Some of the supply chain financing techniques that Standard Bank seeks to promote include purchase and lending-based supply chains finance techniques such as receivables discounting and payables finance, affordable risk-managed balance sheet optimization solutions.

Invoice financing and pre-shipment financing, simple and easy-to-use digital financing solutions; and digitally integrated financial solutions amongst others.

2. Supply chain financing can improve the prospects of Nigerian entrepreneurs

As of 2020, there were 46.4 million entrepreneurs in Nigeria, 13% compared to Nigeria’s 41 million entrepreneurs in 2020. This means that more than one in every five Nigerians is an entrepreneur.

Notably, the World Bank concludes that seamless supply chain financing products in Nigeria can improve the economic prospects of Nigerian entrepreneurs who are constrained by a lack of fixed collateral and limited credit options by many financial institutions.

To unlock the economic prospects of many Nigerian entrepreneurs, the World Bank advises development banks like the Africa Finance Corporation (AFC) and the African Development Bank (AfDB) to step up and spur economic growth in Nigeria through supply chain financing.

By supporting entrepreneurs through policy, and regulatory frameworks, providing entrepreneurs with much-needed technological platforms to conduct international trade, providing advisory services to MSMEs, and building awareness for supply chain financing, development banks can improve the deployment of supply chain financing in Nigeria.

By reiterating that there are “trillions” of dollars in late payments and trillions more in missed opportunities for many MSMEs across supply and distribution chains, the World Bank advises development banks to develop the supply chain financing market by organizing sectoral funds from many financial institutions who cannot individually set up their supply chain financing systems.

3. Supply chain financing can mitigate trade risks in Nigeria

A crucial part of supply chain financing relates to the creditworthiness of the buying party.
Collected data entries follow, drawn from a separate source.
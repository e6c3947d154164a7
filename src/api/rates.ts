import type { ItemCode } from '#shared/contracts/appraisal'
import type { OpenedRate } from '#shared/contracts/openedRate'
import { openedRate } from '#shared/contracts/openedRate'
import type { Rate, RateInput } from '#shared/contracts/rateBook'
import { rate } from '#shared/contracts/rateBook'
import { command, request } from './http'

const addressOf = (editionId: string, item: ItemCode) => `/api/editions/${editionId}/rates/${item}`

/** A rate with what it is built up from; `block`: code of the resource that stands for a scheme's own block. */
export const readOpenedRate = (editionId: string, item: ItemCode, block?: string): Promise<OpenedRate> =>
  request(
    openedRate,
    'GET',
    `/api/editions/${editionId}/build-up/${item}${block === undefined ? '' : `?block=${encodeURIComponent(block)}`}`,
  )

export const createRate = (editionId: string, item: ItemCode, input: RateInput, idempotencyKey: string): Promise<Rate> =>
  request(rate, 'POST', addressOf(editionId, item), { body: input, idempotencyKey })

export const changeRate = (editionId: string, item: ItemCode, version: number, input: RateInput): Promise<Rate> =>
  request(rate, 'PUT', addressOf(editionId, item), { body: input, version })

export const removeRate = (editionId: string, item: ItemCode, version: number): Promise<void> =>
  command('DELETE', addressOf(editionId, item), { version })
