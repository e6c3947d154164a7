import type { ItemCode } from '#shared/contracts/appraisal'
import type { RateOverride, RateOverrideInput } from '#shared/contracts/rateOverride'
import { rateOverride } from '#shared/contracts/rateOverride'
import { command, request } from './http'

const addressOf = (projectId: string, item: ItemCode) => `/api/projects/${projectId}/overrides/${item}`

export const createOverride = (
  projectId: string,
  item: ItemCode,
  input: RateOverrideInput,
  idempotencyKey: string,
): Promise<RateOverride> => request(rateOverride, 'POST', addressOf(projectId, item), { body: input, idempotencyKey })

export const changeOverride = (
  projectId: string,
  item: ItemCode,
  version: number,
  input: RateOverrideInput,
): Promise<RateOverride> => request(rateOverride, 'PUT', addressOf(projectId, item), { body: input, version })

export const removeOverride = (projectId: string, item: ItemCode, version: number): Promise<void> =>
  command('DELETE', addressOf(projectId, item), { version })
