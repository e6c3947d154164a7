import type { LevelInput, StoredLevel } from '#shared/contracts/project'
import { storedLevel } from '#shared/contracts/project'
import { command, request } from './http'

export const createLevel = (projectId: string, input: LevelInput, idempotencyKey: string): Promise<StoredLevel> =>
  request(storedLevel, 'POST', `/api/projects/${projectId}/levels`, { body: input, idempotencyKey })

export const changeLevel = (
  projectId: string,
  id: string,
  version: number,
  input: LevelInput,
  keepalive = false,
): Promise<StoredLevel> =>
  request(storedLevel, 'PUT', `/api/projects/${projectId}/levels/${id}`, { body: input, version, keepalive })

export const removeLevel = (projectId: string, id: string, version: number): Promise<void> =>
  command('DELETE', `/api/projects/${projectId}/levels/${id}`, { version })
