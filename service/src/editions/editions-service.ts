import { createHash } from 'node:crypto';
import type { components } from '../../../openapi/types/desk';
import { timeText, type Clock } from '../clock';
import type { Database } from '../database/database';
import { newId } from '../database/new-id';
import { DeskError, notFound } from '../errors';
import type { EstimatorRecord, EstimatorsStore } from '../estimators/estimators-store';
import type { FitRecord, FitsStore } from '../fits/fits-store';
import type { PublishedResult } from '../fits/published-result';
import type { Page } from '../http/page';
import type { Journal } from '../journal/journal';
import type { SignedInPerson } from '../people/person';
import type { Formula } from '../regression/formula/formula';
import type { CaseValues, Evaluation } from './compiled-edition';
import type { CompiledEditions } from './compiled-editions';
import { toEditionSummary } from './edition-summary';
import type { EditionRecord, EditionsStore } from './editions-store';
import { inputSchemaOf } from './input-schema';

type Edition = components['schemas']['Edition'];
type EditionNew = components['schemas']['EditionNew'];
type EditionSummary = components['schemas']['EditionSummary'];

export interface EditionsParts {
  readonly database: Database;
  readonly editions: EditionsStore;
  readonly compiled: CompiledEditions;
  readonly fits: FitsStore;
  readonly estimators: EstimatorsStore;
  readonly journal: Journal;
  readonly clock: Clock;
}

/** Drawing up, reading and trying editions; edition-review.ts moves them from state to state. */
export class EditionsService {
  constructor(private readonly parts: EditionsParts) {}

  async list(slug: string, page: Page): Promise<{ items: EditionSummary[]; total: number }> {
    const { editions } = this.parts;
    const { id } = await this.requireEstimator(slug);
    return { items: (await editions.list(id, page)).map(toEditionSummary), total: await editions.count(id) };
  }

  /** A draft that freezes the fit's formula: from here on nothing about its answers changes. */
  async drawUp(person: SignedInPerson, slug: string, { fitId, changeNote }: EditionNew): Promise<Edition> {
    const { database, editions, journal, clock } = this.parts;
    const id = newId();
    await database.unitOfWork(async () => {
      const estimator = await this.requireEstimator(slug);
      const fit = await this.requireDoneFit(estimator, fitId);
      const number = (await editions.lastNumber(estimator.id)) + 1;
      const at = timeText(clock);
      await editions.insert({
        id,
        number,
        changeNote,
        ...(await this.frozen(estimator, fit)),
        createdAt: at,
        createdBy: person.id,
      });
      await editions.insertEvent({ editionId: id, at, by: person.id, state: 'draft', note: changeNote });
      await journal.write({
        actorId: person.id,
        action: 'edition-drawn-up',
        subjectKind: 'edition',
        subjectId: id,
        summary: `${person.name} drew up edition ${number} of ${slug}`,
      });
    });
    return this.read(person, id);
  }

  async read(person: SignedInPerson, id: string): Promise<Edition> {
    const { editions, fits } = this.parts;
    const record = await this.require(id);
    const [content, events, fit, texts, compiled] = await Promise.all([
      editions.content(id),
      editions.events(id),
      fits.find(record.fitId),
      fits.texts(record.fitId),
      this.parts.compiled.get(id),
    ]);
    if (!content || !fit || !texts) throw notFound('edition');
    const { intercept, weights } = JSON.parse(texts.result) as PublishedResult;
    return {
      ...toEditionSummary(record),
      checksum: record.checksum,
      inputSchema: content.inputSchema as Edition['inputSchema'],
      revision: fit.revision,
      events: events.map((event) => ({ ...event, by: { ...event.by } })),
      sunsetAt: record.sunsetAt,
      scale: compiled.targetIsLogged ? 'log' : 'original',
      ...{ intercept, weights },
      cautions: [...content.cautions],
      mayPutInForce: record.state === 'under-review' && person.roles.includes('reviewer') && !isOwn(person, record),
    };
  }

  /** The same evaluation as a partner gets, of an edition in any state; nothing is kept. */
  async tryCase(id: string, inputs: CaseValues): Promise<Evaluation> {
    const { unit } = await this.require(id);
    return (await this.parts.compiled.get(id)).evaluate(inputs, unit);
  }

  private async require(id: string): Promise<EditionRecord> {
    const record = await this.parts.editions.find(id);
    if (!record) throw notFound('edition');
    return record;
  }

  private async requireEstimator(slug: string): Promise<EstimatorRecord> {
    const estimator = await this.parts.estimators.findBySlug(slug);
    if (!estimator) throw notFound('estimator');
    return estimator;
  }

  private async requireDoneFit(estimator: EstimatorRecord, fitId: string): Promise<FitRecord> {
    const fit = await this.parts.fits.find(fitId);
    if (!fit || fit.estimatorId !== estimator.id) throw notFound('fit of this estimator');
    if (fit.state !== 'done')
      throw new DeskError('fit-not-done', `The fit is ${fit.state}. An edition is drawn up from a fit that is done.`);
    return fit;
  }

  private async frozen(estimator: EstimatorRecord, fit: FitRecord) {
    const texts = await this.parts.fits.texts(fit.id);
    if (!texts) throw new DeskError('fit-not-done', 'The fit has no formula. Start it again.');
    const formula = JSON.parse(texts.formula) as Formula;
    return {
      estimatorId: estimator.id,
      fitId: fit.id,
      formula: texts.formula,
      checksum: createHash('sha256').update(texts.formula, 'utf8').digest('hex'),
      inputSchema: inputSchemaOf(formula, fit.specification.inputs),
      cautions: estimator.cautions,
      method: fit.specification.method,
      rmse: fit.rmse ?? (JSON.parse(texts.result) as PublishedResult).accuracy.rmse,
      recordCount: formula.records.count,
      inputCount: formula.inputs.length,
    };
  }
}

/** Drawn up or submitted by this person: somebody else must judge it. */
export const isOwn = (person: SignedInPerson, edition: EditionRecord): boolean =>
  edition.createdBy.id === person.id || edition.submittedBy?.id === person.id;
A buying party’s irrevocable commitment to meet its financial obligation upon maturity is essential for thriving supply chain financing.

Read also: Strategic Sourcing: A key nexus in supply chain management

Thus, financial institutions that serve as the middlemen in supply chain financing rely on the assurances given by the buying party to meet up with the principal amount owed to them at the due date. This arrangement could not be more critical in mitigating trade risks for supply chain transactions in Nigeria.

Across Africa, many SMEs need help to access traditional banking facilities because of the need for more creditworthiness, leading to missed economic opportunities arising from fear of trade risks.

Supply chain financing can mitigate trade risks in Nigeria by allowing greater access to the financial books of buying parties through Know-Your-Customer (KYC) requirements and other open banking initiatives.

Once financial institutions can be assured of the creditworthiness of a buying party, guaranteeing payment to a selling party becomes easier. In a nutshell, supply chain financing can be help to lessen the risks surrounding trade in Nigeria.

Conclusion

Supply chain financing can smoothen out many financial challenges associated with Nigeria’s supply chain industry. By guaranteeing payment to the selling party rather than directly financing the buying party, financial institutions in Nigeria can reduce the risks associated with trade in Nigeria and allow economic activities to go on freely.

This financial framework is especially suited to development finance institutions that can properly build the supply chain financing value chain by integrating the model with relevant stakeholders in the Nigerian trade industry.